++++ Provided records ++++

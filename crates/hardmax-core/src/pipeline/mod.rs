//! The classifier on a chip: trained weights mapped onto a weight stage feeding a competition
//! stage; one chip's forward pass over a test split; per-chip metrics.
//!
//! Numerical core: no I/O, no printing. Every random draw comes from keyed streams (see
//! [`Dies`]): with paired dies (the default) the keys leave out the sweep point, so die `c` is
//! the same physical die at every point; with independent dies the point index is part of every
//! key.
//! - chip (static) draws: `rng::stream(seed, [CHIP, (point,) chip, block])`, one stream per
//!   block (weight stage `k`, competition stage, hidden circuit), each drawn in a fixed order
//!   and count whatever the swept values (standard normals scaled by the point's sigmas);
//! - per-decision noise: `rng::stream(seed, [SAMPLE_NOISE, (point,) chip, sample, source])`,
//!   one stream per test sample and noise source (read noise, input noise, transient noise), so
//!   a source's draws for a sample never shift when another source or another sample draws
//!   more or fewer numbers (a transient's step count depends on swept values).
//!
//! So a chip's outcome depends only on (seed, point if independent, chip), never on thread
//! scheduling.

pub mod budget;
pub mod cost;
pub mod hwtrain;
pub mod sizing;
pub mod trim;

use ndarray::{Array1, Array2, ArrayView1, ArrayView2, Axis};

pub use budget::ChipToggles;

use crate::data::{Dataset, MinMaxScaler};
use crate::device::mismatch::sample_mismatch;
use crate::device::Process;
use crate::rng::{domain, stream};
use crate::stages::competition::dc::{solve_batch, BatchWorkspace};
use crate::stages::competition::diffpair::{DiffPairChip, DiffPairDesign};
use crate::stages::competition::hysteretic::{HysteresisChip, HysteresisDesign};
use crate::stages::competition::noise::InputShotNoise;
use crate::stages::competition::transient::{
    simulate, simulate_from, NoiseOptions, TransientError, TransientOptions, TransientWorkspace,
};
use crate::stages::competition::wta::{WtaChip, WtaDesign};
use crate::stages::competition::{
    CompetitionChip, CompetitionError, CompetitionStage, DecisionRule, StageSolution, Workspace,
};
use crate::stages::weights::{
    random_hidden_weights, ChainChip, ChainDesign, ChainScratch, Conditions, EffectiveChain,
    HiddenNonlinearity, MappedChain, WeightStageDesign,
};
use crate::training::{accuracy, Trainer};

/// Errors while preparing a classifier or a design point; each says what to change.
#[derive(Debug, thiserror::Error)]
pub enum PipelineError {
    #[error(transparent)]
    Data(#[from] crate::data::DataError),
    #[error(transparent)]
    Training(#[from] crate::training::TrainingError),
    #[error("weight stage: {0}")]
    Weights(#[from] crate::stages::weights::WeightStageError),
    #[error("competition stage: {0}")]
    Competition(#[from] CompetitionError),
    #[error("trim: {0}")]
    Trim(#[from] trim::TrimError),
    #[error("program-and-verify: {0}")]
    Verify(#[from] crate::stages::weights::VerifyError),
    #[error("{what} is not a finite number; check the dataset and the weight-stage settings")]
    NonFinite { what: &'static str },
    #[error("{what}")]
    Unsupported { what: &'static str },
    #[error("{what}; give one row per hidden unit with one weight per feature and the bias last")]
    Shape { what: String },
    /// A read-out trained on soft hidden shares can need finer weights than the elements'
    /// levels hold: a perfect chip (targets rounded to the levels, nothing else) then keeps
    /// less than half of the exact weights' margin over chance. Refused, never run as a result.
    #[error("hidden stage read-out: with {levels} element levels, a perfect chip (every element target rounded to its level, no other error) classifies {acc_levels:.3} of the test split against {acc_ideal:.3} with exact weights and {chance:.3} by chance (the largest class): less than half of the exact weights' margin over chance is left, so every chip would sit near chance. The read-out trained on the hidden shares needs finer weights: {}", match needed { Some(n) => format!("use at least {n} element levels, or continuous elements (no levels)"), None => "no level count up to 65536 is enough: use continuous elements (no levels) or no hidden stage".to_string() })]
    HiddenReadoutLevels {
        levels: u32,
        acc_levels: f64,
        acc_ideal: f64,
        chance: f64,
        needed: Option<u32>,
    },
    /// The hidden normaliser built as a current-mode WTA cannot follow the power law the
    /// read-out was trained on at this gain: its sink transistors leave saturation.
    #[error("hidden normaliser (current-mode WTA): at gain g = {gain} the winning cell's sink transistor leaves saturation (drain voltage {vk_min:.4} V, below 4 U_T = {four_ut:.4} V), so the circuit does not follow the I^g law the read-out is trained on (its shares depart from it by a total-variation distance of {departure:.2}); {}", if g_min.is_finite() { format!("the circuit works for g >= {g_min} with these sizes, bias and supply: use a gain in that range, or the closed-form normaliser") } else { "no gain up to 10000 works with these sizes, bias and supply: use the closed-form normaliser or change the hidden bias".to_string() })]
    HiddenWtaOutOfSaturation {
        gain: f64,
        departure: f64,
        vk_min: f64,
        four_ut: f64,
        g_min: f64,
    },
}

++++

* **Your task**
Please print the material above exactly as it appears, from its first line through the line containing "a fixed order", inclusive, and stop there.

* **Task solution**
filename crates/hardmax-core/src/pipeline/mod.rs
//! The classifier on a chip: trained weights mapped onto a weight stage feeding a competition
//! stage; one chip's forward pass over a test split; per-chip metrics.
//!
//! Numerical core: no I/O, no printing. Every random draw comes from keyed streams (see
//! [`Dies`]): with paired dies (the default) the keys leave out the sweep point, so die `c` is
//! the same physical die at every point; with independent dies the point index is part of every
//! key.
//! - chip (static) draws: `rng::stream(seed, [CHIP, (point,) chip, block])`, one stream per
//!   block (weight stage `k`, competition stage, hidden circuit), each drawn in a fixed order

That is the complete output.